== WHAT IS BEING ASKED ==
The expected output is exactly the lines below, starting at the line with "let pe = 0;" and ending at the line with "sel?: ItemSelection): StatResult", both included; no other line belongs in it.

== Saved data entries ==
-*-*-

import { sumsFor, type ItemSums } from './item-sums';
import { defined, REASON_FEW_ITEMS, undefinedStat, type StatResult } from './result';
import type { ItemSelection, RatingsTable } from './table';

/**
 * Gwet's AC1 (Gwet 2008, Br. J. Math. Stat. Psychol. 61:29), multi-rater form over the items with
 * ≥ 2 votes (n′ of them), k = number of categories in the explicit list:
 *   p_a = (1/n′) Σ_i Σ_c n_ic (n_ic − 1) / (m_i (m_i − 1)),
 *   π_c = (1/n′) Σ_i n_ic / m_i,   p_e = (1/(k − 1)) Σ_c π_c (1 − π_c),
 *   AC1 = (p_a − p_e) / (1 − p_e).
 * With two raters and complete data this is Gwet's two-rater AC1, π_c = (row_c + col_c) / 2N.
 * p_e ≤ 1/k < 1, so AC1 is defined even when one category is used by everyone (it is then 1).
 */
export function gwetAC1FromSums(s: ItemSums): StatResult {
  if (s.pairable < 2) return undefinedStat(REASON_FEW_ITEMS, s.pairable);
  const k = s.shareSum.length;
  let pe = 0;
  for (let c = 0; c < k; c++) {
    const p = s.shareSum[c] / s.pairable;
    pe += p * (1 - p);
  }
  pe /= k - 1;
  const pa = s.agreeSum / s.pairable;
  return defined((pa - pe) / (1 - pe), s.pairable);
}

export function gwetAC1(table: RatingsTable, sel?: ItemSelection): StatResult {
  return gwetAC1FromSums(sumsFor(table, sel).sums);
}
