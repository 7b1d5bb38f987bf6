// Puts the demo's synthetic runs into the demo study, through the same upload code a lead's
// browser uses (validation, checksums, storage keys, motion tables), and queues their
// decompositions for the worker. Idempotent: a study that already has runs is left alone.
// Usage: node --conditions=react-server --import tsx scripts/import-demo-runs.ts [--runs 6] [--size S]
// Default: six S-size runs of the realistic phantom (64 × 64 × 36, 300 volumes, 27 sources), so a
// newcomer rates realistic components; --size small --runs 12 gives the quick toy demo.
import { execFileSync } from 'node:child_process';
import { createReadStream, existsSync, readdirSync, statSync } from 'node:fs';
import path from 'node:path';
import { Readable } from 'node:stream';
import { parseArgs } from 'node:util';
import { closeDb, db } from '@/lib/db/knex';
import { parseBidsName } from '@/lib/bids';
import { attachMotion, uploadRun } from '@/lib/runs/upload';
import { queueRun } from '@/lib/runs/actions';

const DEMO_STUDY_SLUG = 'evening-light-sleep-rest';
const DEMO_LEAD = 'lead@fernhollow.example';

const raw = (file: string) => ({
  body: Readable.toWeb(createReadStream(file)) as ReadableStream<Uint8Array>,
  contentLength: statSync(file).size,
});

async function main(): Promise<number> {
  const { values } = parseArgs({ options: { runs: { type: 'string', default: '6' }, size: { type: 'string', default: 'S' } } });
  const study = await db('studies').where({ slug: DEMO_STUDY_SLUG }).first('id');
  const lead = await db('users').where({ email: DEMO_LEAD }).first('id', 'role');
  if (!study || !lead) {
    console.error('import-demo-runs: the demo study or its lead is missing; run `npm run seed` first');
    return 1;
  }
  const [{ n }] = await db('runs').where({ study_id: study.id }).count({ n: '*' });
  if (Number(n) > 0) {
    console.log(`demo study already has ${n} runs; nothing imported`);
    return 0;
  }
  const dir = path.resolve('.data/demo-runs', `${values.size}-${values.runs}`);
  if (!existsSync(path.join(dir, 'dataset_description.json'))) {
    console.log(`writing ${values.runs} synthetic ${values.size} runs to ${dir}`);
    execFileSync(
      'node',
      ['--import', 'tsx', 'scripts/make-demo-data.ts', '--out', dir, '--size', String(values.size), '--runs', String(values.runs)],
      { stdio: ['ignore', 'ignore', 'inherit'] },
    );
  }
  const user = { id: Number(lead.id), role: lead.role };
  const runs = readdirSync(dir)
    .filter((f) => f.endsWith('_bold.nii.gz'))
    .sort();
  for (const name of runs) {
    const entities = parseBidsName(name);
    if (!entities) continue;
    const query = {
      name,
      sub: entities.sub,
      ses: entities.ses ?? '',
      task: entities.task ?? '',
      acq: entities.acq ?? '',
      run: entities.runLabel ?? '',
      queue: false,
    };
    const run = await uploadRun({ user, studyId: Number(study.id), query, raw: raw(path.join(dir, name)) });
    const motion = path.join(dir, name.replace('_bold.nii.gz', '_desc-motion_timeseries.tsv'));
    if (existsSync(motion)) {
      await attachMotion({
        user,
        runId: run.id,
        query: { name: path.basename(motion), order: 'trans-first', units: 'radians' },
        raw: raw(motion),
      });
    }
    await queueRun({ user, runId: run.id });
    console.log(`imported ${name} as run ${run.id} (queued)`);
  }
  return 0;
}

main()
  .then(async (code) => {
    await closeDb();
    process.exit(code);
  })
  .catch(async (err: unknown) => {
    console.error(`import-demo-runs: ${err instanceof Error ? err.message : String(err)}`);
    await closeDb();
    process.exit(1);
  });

-*-*-

== SOLVED EXERCISE ==
  let pe = 0;
  for (let c = 0; c < k; c++) {
    const p = s.shareSum[c] / s.pairable;
    pe += p * (1 - p);
  }
  pe /= k - 1;
  const pa = s.agreeSum / s.pairable;
  return defined((pa - pe) / (1 - pe), s.pairable);
}

export function gwetAC1(table: RatingsTable, sel?: ItemSelection): StatResult {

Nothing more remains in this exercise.